**PROVIDED INFORMATION:**
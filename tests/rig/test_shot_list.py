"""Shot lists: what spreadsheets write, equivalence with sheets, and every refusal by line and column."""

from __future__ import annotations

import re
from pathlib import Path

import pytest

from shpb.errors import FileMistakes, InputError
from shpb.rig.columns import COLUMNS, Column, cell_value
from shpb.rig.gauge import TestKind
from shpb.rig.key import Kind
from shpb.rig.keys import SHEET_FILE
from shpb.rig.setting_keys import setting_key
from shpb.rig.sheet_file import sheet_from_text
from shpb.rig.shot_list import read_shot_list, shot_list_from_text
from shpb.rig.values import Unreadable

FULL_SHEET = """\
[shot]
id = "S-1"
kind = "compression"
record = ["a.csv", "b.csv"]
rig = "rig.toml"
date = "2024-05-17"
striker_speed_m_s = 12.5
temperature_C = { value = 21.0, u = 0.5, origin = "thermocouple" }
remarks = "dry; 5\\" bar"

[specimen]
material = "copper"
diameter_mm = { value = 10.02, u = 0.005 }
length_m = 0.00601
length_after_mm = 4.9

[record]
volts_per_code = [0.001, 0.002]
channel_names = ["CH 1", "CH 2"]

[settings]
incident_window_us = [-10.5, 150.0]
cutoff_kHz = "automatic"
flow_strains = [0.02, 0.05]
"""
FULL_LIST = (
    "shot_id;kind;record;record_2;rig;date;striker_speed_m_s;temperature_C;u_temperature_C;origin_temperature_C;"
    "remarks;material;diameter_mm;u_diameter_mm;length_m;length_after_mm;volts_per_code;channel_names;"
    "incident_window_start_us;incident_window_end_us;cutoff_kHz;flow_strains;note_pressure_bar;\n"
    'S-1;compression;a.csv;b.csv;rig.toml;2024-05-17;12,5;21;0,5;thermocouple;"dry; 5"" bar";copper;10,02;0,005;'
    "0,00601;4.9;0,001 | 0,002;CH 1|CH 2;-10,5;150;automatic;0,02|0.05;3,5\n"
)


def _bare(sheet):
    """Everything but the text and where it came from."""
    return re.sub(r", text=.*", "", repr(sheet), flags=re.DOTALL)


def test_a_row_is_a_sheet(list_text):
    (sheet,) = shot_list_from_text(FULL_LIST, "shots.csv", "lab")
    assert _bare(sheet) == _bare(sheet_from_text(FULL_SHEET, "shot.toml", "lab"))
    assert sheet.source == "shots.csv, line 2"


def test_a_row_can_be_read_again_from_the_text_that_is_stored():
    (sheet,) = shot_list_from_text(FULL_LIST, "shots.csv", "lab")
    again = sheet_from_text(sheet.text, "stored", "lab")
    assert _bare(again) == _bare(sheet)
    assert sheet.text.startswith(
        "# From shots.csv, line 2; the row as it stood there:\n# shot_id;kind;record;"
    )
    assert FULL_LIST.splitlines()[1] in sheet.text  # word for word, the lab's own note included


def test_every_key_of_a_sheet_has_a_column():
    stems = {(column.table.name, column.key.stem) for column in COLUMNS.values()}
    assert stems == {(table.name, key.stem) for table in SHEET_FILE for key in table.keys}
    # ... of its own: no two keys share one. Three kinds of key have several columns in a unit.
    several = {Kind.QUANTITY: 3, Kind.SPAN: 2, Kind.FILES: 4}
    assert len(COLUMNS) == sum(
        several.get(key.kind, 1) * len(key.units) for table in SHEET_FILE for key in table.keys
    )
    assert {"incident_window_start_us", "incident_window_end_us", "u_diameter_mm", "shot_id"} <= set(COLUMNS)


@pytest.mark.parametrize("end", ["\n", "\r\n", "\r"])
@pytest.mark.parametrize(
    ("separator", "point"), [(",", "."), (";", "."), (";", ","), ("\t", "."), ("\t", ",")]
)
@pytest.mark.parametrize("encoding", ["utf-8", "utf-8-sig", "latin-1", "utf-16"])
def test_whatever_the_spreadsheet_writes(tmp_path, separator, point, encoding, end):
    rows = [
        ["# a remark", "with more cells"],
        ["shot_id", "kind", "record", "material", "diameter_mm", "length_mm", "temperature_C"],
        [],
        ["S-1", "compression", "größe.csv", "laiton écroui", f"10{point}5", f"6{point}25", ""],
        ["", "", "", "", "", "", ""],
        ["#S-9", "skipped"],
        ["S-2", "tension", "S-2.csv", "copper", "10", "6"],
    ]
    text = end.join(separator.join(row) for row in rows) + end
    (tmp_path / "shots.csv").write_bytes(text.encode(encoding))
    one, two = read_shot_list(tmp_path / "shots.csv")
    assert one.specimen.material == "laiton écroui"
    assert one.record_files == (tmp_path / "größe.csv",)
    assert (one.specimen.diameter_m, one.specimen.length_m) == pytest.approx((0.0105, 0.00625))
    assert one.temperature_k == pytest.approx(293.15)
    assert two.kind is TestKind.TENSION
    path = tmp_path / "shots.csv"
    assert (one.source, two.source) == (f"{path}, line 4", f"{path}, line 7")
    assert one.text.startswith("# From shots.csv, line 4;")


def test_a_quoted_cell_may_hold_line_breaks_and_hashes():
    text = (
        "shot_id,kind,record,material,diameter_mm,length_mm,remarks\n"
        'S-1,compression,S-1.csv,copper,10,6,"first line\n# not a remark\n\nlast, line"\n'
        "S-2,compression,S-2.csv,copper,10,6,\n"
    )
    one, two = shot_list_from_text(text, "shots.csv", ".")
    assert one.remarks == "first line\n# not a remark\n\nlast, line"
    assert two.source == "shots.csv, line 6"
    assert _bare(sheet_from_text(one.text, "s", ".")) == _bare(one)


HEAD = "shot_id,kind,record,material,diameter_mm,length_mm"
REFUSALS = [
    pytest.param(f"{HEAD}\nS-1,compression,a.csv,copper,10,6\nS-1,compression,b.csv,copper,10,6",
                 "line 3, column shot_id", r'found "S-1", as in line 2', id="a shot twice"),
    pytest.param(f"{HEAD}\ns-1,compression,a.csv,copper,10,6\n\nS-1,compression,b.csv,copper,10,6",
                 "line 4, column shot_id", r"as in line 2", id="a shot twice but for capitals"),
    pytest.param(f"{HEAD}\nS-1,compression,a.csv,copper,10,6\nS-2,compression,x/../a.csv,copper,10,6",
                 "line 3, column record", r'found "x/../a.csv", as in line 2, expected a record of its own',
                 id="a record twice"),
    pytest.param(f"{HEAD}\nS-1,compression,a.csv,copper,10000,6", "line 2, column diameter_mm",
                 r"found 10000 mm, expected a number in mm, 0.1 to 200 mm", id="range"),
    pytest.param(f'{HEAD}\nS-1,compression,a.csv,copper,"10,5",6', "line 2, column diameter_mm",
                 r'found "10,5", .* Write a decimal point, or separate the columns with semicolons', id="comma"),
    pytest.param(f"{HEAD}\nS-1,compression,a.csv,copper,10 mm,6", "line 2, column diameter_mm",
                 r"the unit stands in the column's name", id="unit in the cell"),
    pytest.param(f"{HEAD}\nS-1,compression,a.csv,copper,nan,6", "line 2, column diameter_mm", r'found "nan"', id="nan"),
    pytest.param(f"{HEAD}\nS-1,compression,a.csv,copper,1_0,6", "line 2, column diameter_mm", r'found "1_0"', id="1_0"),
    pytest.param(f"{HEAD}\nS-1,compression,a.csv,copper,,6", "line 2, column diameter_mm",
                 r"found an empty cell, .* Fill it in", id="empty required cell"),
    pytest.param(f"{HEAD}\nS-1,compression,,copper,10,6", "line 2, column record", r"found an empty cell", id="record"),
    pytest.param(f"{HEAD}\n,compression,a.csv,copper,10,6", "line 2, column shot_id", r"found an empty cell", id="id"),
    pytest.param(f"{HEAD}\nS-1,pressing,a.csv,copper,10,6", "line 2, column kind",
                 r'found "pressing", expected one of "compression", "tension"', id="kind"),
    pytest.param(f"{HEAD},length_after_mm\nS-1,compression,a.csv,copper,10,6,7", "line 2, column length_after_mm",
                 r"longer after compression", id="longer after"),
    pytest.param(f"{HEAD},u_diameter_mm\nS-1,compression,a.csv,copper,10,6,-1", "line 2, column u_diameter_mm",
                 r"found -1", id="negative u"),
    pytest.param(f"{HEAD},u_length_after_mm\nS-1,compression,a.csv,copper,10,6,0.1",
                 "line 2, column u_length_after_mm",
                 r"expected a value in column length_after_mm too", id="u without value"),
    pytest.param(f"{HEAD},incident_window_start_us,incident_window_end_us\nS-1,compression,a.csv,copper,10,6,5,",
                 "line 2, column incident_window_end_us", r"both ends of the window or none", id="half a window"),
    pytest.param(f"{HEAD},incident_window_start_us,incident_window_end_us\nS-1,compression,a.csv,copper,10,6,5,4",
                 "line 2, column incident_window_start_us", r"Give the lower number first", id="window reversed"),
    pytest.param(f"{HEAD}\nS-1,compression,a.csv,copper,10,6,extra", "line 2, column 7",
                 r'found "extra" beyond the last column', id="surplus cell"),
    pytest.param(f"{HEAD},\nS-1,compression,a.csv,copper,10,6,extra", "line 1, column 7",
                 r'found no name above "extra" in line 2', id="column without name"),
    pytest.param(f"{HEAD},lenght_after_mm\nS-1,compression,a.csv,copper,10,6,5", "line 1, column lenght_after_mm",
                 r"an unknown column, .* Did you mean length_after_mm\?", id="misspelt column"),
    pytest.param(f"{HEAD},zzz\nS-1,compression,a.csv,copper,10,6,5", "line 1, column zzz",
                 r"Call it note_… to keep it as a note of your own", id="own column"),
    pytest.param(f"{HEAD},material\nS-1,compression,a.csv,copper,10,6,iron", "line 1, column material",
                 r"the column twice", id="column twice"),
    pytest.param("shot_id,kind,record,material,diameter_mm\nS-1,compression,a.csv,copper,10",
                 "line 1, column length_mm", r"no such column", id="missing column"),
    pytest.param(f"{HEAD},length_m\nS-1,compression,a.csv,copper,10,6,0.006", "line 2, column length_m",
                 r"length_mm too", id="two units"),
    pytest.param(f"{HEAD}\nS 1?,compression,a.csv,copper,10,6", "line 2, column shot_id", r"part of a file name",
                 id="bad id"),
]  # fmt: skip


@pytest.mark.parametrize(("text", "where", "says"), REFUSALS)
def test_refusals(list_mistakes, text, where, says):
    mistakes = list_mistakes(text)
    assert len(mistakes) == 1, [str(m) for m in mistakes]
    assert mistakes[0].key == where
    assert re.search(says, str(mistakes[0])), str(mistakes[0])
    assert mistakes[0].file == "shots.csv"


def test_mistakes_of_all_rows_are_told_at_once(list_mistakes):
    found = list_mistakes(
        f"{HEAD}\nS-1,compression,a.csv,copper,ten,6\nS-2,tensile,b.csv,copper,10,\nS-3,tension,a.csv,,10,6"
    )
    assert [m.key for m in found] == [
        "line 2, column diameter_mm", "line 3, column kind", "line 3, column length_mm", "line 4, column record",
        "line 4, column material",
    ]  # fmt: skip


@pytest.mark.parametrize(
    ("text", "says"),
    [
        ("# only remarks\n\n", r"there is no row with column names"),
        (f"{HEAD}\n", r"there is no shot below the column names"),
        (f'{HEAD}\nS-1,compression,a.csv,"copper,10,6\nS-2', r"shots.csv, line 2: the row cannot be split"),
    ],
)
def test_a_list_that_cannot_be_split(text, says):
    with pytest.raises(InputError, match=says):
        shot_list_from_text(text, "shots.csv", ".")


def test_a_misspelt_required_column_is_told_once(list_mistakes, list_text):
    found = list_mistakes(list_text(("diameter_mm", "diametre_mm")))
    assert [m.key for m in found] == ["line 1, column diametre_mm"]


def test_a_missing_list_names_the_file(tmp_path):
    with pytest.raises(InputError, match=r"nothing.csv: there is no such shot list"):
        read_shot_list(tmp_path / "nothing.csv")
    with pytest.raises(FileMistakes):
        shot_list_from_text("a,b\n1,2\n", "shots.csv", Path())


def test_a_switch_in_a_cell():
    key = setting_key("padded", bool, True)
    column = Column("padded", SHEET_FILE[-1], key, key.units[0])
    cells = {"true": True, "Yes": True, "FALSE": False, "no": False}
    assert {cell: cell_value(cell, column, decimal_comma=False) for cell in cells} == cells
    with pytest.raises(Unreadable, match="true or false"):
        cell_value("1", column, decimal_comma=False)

**INSTRUCTIONS TO FOLLOW:**
Write the number of lines in the listing above that contain the word "such". No other text should appear.

**RESPONSE:**
2